The present invention relates to double action stamping presses and, more particularly, to a method and apparatus for balancing a double action stamping press.
Double action presses comprise an inner and outer slide both of which are driven off a single crankshaft wherein two stamping operations are performed in one stroke. Often, a press of this type is used in the container industry as a press in the manufacture of beverage container cups or shells. Strip stock material is fed into the double action shell or cupping press wherein the outer slide blanks out a disc, and then the inner slide die almost immediately forms the disc into a shallow cup.
During this type of operation, the double action press has typically been run at approximately 150 stokes per minute (spm).
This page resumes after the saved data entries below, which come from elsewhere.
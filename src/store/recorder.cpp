#include "store/recorder.hpp"

#include <SQLiteCpp/Statement.h>
#include <fmt/chrono.h>
#include <fmt/format.h>
#include <openssl/evp.h>
#include <pwd.h>
#include <unistd.h>

#include <chrono>
#include <algorithm>
#include <cstdlib>

#include "core/errors.hpp"
#include "store/canonical_json.hpp"

namespace plumb::store {

using nlohmann::json;

std::string current_os_user() {
  if (const passwd* pw = getpwuid(geteuid()); pw && pw->pw_name) return pw->pw_name;
  if (const char* u = std::getenv("USER"); u && *u) return u;
  return fmt::format("uid-{}", geteuid());
}

std::string utc_timestamp() {
  const auto now = std::chrono::floor<std::chrono::seconds>(std::chrono::system_clock::now());
  return fmt::format("{:%Y-%m-%dT%H:%M:%SZ}", fmt::gmtime(std::chrono::system_clock::to_time_t(now)));
}

std::string sha256_hex(std::string_view text) {
  unsigned char digest[EVP_MAX_MD_SIZE];
  unsigned int len = 0;
  if (EVP_Digest(text.data(), text.size(), digest, &len, EVP_sha256(), nullptr) != 1)
    throw StorageError("SHA-256 computation failed in OpenSSL.");
  static constexpr char hex_digits[] = "0123456789abcdef";
  std::string hex(2 * static_cast<std::size_t>(len), '0');
  for (unsigned int i = 0; i < len; ++i) {
    hex[2 * i] = hex_digits[digest[i] >> 4];
    hex[2 * i + 1] = hex_digits[digest[i] & 0x0f];
  }
  return hex;
}

std::string audit_hash(const std::string& prev_hash, const json& record) {
  // nlohmann::json objects keep keys sorted, so dump() is canonical.
  return sha256_hex(prev_hash + "\n" + record.dump());
}

bool matches_recorded(const json& recorded, const json& stored) {
  if (recorded.is_object() && recorded.contains("sha256"))
    return stored.is_string() && stored.get_ref<const std::string&>().size() > long_text_bytes &&
           recorded["sha256"] == sha256_hex(stored.get_ref<const std::string&>());
  return recorded == stored;
}

json row_json(SQLite::Statement& row) {
  json j = json::object();
  for (int i = 0; i < row.getColumnCount(); ++i) {
    const SQLite::Column c = row.getColumn(i);
    if (c.isNull()) j[c.getName()] = nullptr;
    else if (c.isInteger()) j[c.getName()] = c.getInt64();
    else if (c.isFloat()) j[c.getName()] = c.getDouble();
    else if (c.isText()) j[c.getName()] = c.getString();
    else j[c.getName()] = "blob:" + sha256_hex(std::string_view(static_cast<const char*>(c.getBlob()),
                                                                static_cast<std::size_t>(c.getBytes())));
  }
  return j;
}

Recorder::Recorder(SQLite::Database& db, Actor actor) : db_(db), actor_(std::move(actor)), now_(utc_timestamp()) {}

SQLite::Statement& Recorder::statement(const std::string& sql) {
  auto& s = statements_[sql];
  if (!s) s = std::make_unique<SQLite::Statement>(db_, sql);
  s->reset();
  s->clearBindings();
  return *s;
}

const TableSchema& Recorder::schema(const std::string& table) {
  auto it = schemas_.find(table);
  if (it == schemas_.end()) {
    it = schemas_.emplace(table, read_table_schema(db_, table)).first;
    if (it->second.columns.empty()) throw StorageError(fmt::format("table {} does not exist.", table));
  }
  return it->second;
}

Recorder::Writer& Recorder::writer(const std::string& table, const Row& row, std::size_t rows) {
  const auto same_shape = [&](const Writer& w) {
    if (w.table != table || w.rows != rows || w.columns.size() != row.size()) return false;
    for (std::size_t i = 0; i < row.size(); ++i)
      if (w.columns[i] != row[i].column) return false;
    return true;
  };
  for (auto& w : writers_)
    if (same_shape(*w)) return *w;

  auto w = std::make_unique<Writer>();
  w->table = table;
  w->rows = rows;
  w->schema = &schema(table);
  std::string columns, marks;
  for (const auto& f : row) {
    const ColumnSchema* c = w->schema->column(f.column);
    if (!c) throw StorageError(fmt::format("table {} has no column {}.", table, f.column));
    if (c->type != "INTEGER" && c->type != "TEXT")
      throw StorageError(fmt::format("column {}.{} has type {}; plumb stores integers and texts only.", table,
                                     f.column, c->type));
    w->columns.emplace_back(f.column);
    w->kinds.push_back(c->type == "INTEGER" ? Value::Kind::integer : Value::Kind::text);
    columns += (columns.empty() ? "" : ", ") + std::string(f.column);
    marks += marks.empty() ? "?" : ", ?";
  }
  for (const auto& c : w->schema->columns) {
    const auto at = std::find(w->columns.begin(), w->columns.end(), c.name);
    w->given.push_back(at == w->columns.end() ? -1 : static_cast<int>(at - w->columns.begin()));
  }
  std::string values;
  for (std::size_t i = 0; i < rows; ++i) values += fmt::format("{}({})", i ? ", " : "", marks);
  w->insert = std::make_unique<SQLite::Statement>(db_, fmt::format("INSERT INTO {} ({}) VALUES {}", table, columns, values));
  writers_.push_back(std::move(w));
  return *writers_.back();
}

void Recorder::bind_row(Writer& w, const Row& row, std::size_t first_parameter) {
  // The trail records the row as stored without reading it back: so each value must be stored exactly as
  // given (an integer in an INTEGER column, a text in a TEXT column; no type conversion by SQLite).
  if (row.size() != w.columns.size()) throw StorageError(fmt::format("rows of {} differ in their columns.", w.table));
  for (std::size_t i = 0; i < row.size(); ++i) {
    if (row[i].column != w.columns[i]) throw StorageError(fmt::format("rows of {} differ in their columns.", w.table));
    const Value& v = row[i].value;
    const int at = static_cast<int>(first_parameter + i);
    if (v.is_null()) {
      w.insert->bind(at);
      continue;
    }
    if (v.kind() != w.kinds[i])
      throw StorageError(fmt::format("column {}.{} cannot store {} exactly (exact values only).", w.table,
                                     row[i].column, v.kind() == Value::Kind::integer ? "an integer" : "a text"));
    if (v.kind() == Value::Kind::integer) w.insert->bind(at, v.integer());
    else w.insert->bind(at, v.text());
  }
}

void Recorder::append_recorded(const Writer& w, const Row& row, std::int64_t rowid, std::string& recorded) {
  recorded += '{';
  for (std::size_t i = 0; i < w.schema->columns.size(); ++i) {
    const ColumnSchema& c = w.schema->columns[i];
    if (i > 0) recorded += ',';
    append_json_string(recorded, c.name);
    recorded += ':';
    if (w.given[i] >= 0) {
      const Value* v = &row[static_cast<std::size_t>(w.given[i])].value;
      if (v->kind() == Value::Kind::text && v->text().size() > long_text_bytes) {
        recorded += R"({"sha256":")";  // a long text: its digest (see long_text_bytes)
        recorded += sha256_hex(v->text());
        recorded += "\"}";
      } else {
        append_json_value(recorded, *v);
      }
    } else if (c.rowid_alias) {
      fmt::format_to(std::back_inserter(recorded), "{}", rowid);
    } else {
      recorded += c.default_value.dump();
    }
  }
  recorded += '}';
}

Recorder::Written Recorder::write_row(const std::string& table, const Row& row,
                                      const std::vector<std::string>& key_columns, std::string& recorded) {
  Writer& w = writer(table, row, 1);
  w.insert->reset();
  w.insert->clearBindings();
  bind_row(w, row, 1);
  w.insert->exec();

  Written out;
  out.rowid = db_.getLastInsertRowid();
  append_recorded(w, row, out.rowid, recorded);
  for (const auto& k : key_columns) {
    if (!out.key.empty()) out.key += ',';
    out.key += k;
    out.key += '=';
    const auto f = std::find_if(row.begin(), row.end(), [&](const Field& x) { return x.column == k; });
    const ColumnSchema* c = w.schema->column(k);
    if (f == row.end() && c && c->rowid_alias) out.key += std::to_string(out.rowid);
    else if (f == row.end()) out.key += '?';
    else if (f->value.is_null()) out.key += "null";
    else if (f->value.kind() == Value::Kind::integer) out.key += std::to_string(f->value.integer());
    else out.key += f->value.text();
  }
  return out;
}

void Recorder::write_rows(const std::string& table, const std::vector<Row>& rows, std::string& recorded) {
  constexpr std::size_t per_statement = 16;
  for (std::size_t from = 0; from < rows.size(); from += per_statement) {
    const std::size_t n = std::min(per_statement, rows.size() - from);
    Writer& w = writer(table, rows[from], n);
    for (const auto& c : w.schema->columns)
      if (c.rowid_alias && std::none_of(rows[from].begin(), rows[from].end(),
                                        [&](const Field& f) { return f.column == c.name; }))
        throw StorageError(fmt::format("rows of {} written together must give their key {}.", table, c.name));
    w.insert->reset();
    w.insert->clearBindings();
    for (std::size_t i = 0; i < n; ++i) bind_row(w, rows[from + i], 1 + i * w.columns.size());
    w.insert->exec();
    for (std::size_t i = 0; i < n; ++i) {
      if (from + i > 0) recorded += ',';
      append_recorded(w, rows[from + i], 0, recorded);
    }
  }
}

std::string canonical_audit_json(const AuditContent& c) {
  const auto text_or_null = [](std::string& out, const std::string* s) {
    if (s) append_json_string(out, *s);
    else out += "null";
  };
  // Keys in sorted order, as nlohmann::json keeps them.
  std::string out = R"({"action":)";
  append_json_string(out, c.action);
  out += R"(,"actor":)";
  append_json_string(out, c.actor);
  out += R"(,"after_json":)";
  text_or_null(out, c.after_json);
  out += R"(,"at":)";
  append_json_string(out, c.at);
  out += R"(,"before_json":)";
  text_or_null(out, c.before_json);
  out += R"(,"os_user":)";
  append_json_string(out, c.os_user);
  out += R"(,"reason":)";
  text_or_null(out, c.reason);
  out += R"(,"row_key":)";
  append_json_string(out, c.row_key);
  fmt::format_to(std::back_inserter(out), R"(,"seq":{},"table_name":)", c.seq);
  append_json_string(out, c.table_name);
  out += '}';
  return out;
}

void Recorder::append_audit(const std::string& action, const std::string& table, const std::string& key,
                            const std::string& after_json, const std::string& reason) {
  // Read the chain's tail every time (never cached): it is cheap with a prepared statement, and always right.
  SQLite::Statement& last = statement("SELECT seq, hash FROM audit_log ORDER BY seq DESC LIMIT 1");
  std::int64_t seq = 1;
  std::string prev = std::string(64, '0');
  if (last.executeStep()) {
    seq = last.getColumn(0).getInt64() + 1;
    prev = last.getColumn(1).getString();
  }
  last.reset();  // no read cursor left open between inserts
  AuditContent content;
  content.seq = seq;
  content.at = now_;
  content.os_user = actor_.os_user;
  content.actor = actor_.name;
  content.action = action;
  content.table_name = table;
  content.row_key = key;
  content.after_json = &after_json;
  content.reason = reason.empty() ? nullptr : &reason;
  const std::string hash = sha256_hex(prev + "\n" + canonical_audit_json(content));
  SQLite::Statement& audit =
      statement("INSERT INTO audit_log (seq, at, os_user, actor, action, table_name, row_key, before_json, "
                "after_json, reason, prev_hash, hash) VALUES (?, ?, ?, ?, ?, ?, ?, NULL, ?, ?, ?, ?)");
  audit.bind(1, seq);
  audit.bind(2, now_);
  audit.bind(3, actor_.os_user);
  audit.bind(4, actor_.name);
  audit.bind(5, action);
  audit.bind(6, table);
  audit.bind(7, key);
  audit.bind(8, after_json);
  if (reason.empty()) audit.bind(9);
  else audit.bind(9, reason);
  audit.bind(10, prev);
  audit.bind(11, hash);
  audit.exec();
}

std::int64_t Recorder::insert(const std::string& table, const Row& row, const std::vector<std::string>& key_columns,
                              const std::string& reason) {
  std::string recorded;
  const Written w = write_row(table, row, key_columns, recorded);
  append_audit("insert", table, w.key, recorded, reason);
  return w.rowid;
}

void Recorder::insert_together(const std::string& reason, const std::function<void(RowGroup&)>& fill) {
  RowGroup group(*this);
  fill(group);
  if (group.first_table_.empty()) throw StorageError("an audited group of rows must hold at least one row.");
  // {"table":[rows],...}: each table's rows in the order they were inserted.
  std::string after = "{";
  for (const auto& [table, rows] : group.tables_) {
    if (after.size() > 1) after += ',';
    append_json_string(after, table);
    after += ":[";
    after += rows;
    after += ']';
  }
  after += '}';
  append_audit("insert rows", group.first_table_, group.first_key_, after, reason);
}

std::string& RowGroup::rows_of(const std::string& table) {
  auto it = std::find_if(tables_.begin(), tables_.end(), [&](const auto& t) { return t.first == table; });
  if (it == tables_.end()) {
    tables_.emplace_back(table, std::string());
    return tables_.back().second;
  }
  it->second += ',';
  return it->second;
}

std::int64_t RowGroup::insert(const std::string& table, const Row& row, const std::vector<std::string>& key_columns) {
  const Recorder::Written w = rec_.write_row(table, row, key_columns, rows_of(table));
  if (first_table_.empty()) {
    first_table_ = table;
    first_key_ = w.key;
  }
  return w.rowid;
}

void RowGroup::insert_rows(const std::string& table, const std::vector<Row>& rows) {
  if (rows.empty()) return;
  if (first_table_.empty()) throw StorageError("a group of rows starts with a single row, whose key names the group.");
  rec_.write_rows(table, rows, rows_of(table));
}

}  // namespace plumb::store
However, due to today's current output demand, double action presses are being run at approximately 350 spm more than double the past rate. At these higher stroke speeds, inertia forces generated by the vertically reciprocating inner and outer slides and upper dies create strong vibrations in the press structure which are transmitted into the press foundation and surrounding building structure.
Thus, by increasing twofold the number of strokes per minute, severe vibrations are produced which quickly cause damage to the press structure, press foundation, and the surrounding building structure. Therefore it is necessary to minimize the vibrations created by the inertia forces of the slides and upper dies attached to slides by balancing the press. It is generally difficult to balance a double action press because of the phase difference between the inner and outer slides and also the difference in stroke lengths.
A prior art solution isolates the press structure from the building structure such that the manifested vibrational forces are not transmitted or reflected thereto. This is accomplished by providing a separate, dedicated concrete foundation of several hundred thousand pounds isolated from the building structure on which the double action press must be mounted. This solution however does not reduce vibrations created by the inertia forces, and although the building structure is relatively free from damaging vibration, the press structure and foundation are not.
Another type of balancer is the counter rotating geared shafts with counter weights. The inertia forces of the slides are then balanced by the counterweighted rotating shaft. However, this rotating inertia is stopped and started as the press slides go up and down, and takes five or six strokes to fully stop the press for maintenance, die change, or the like.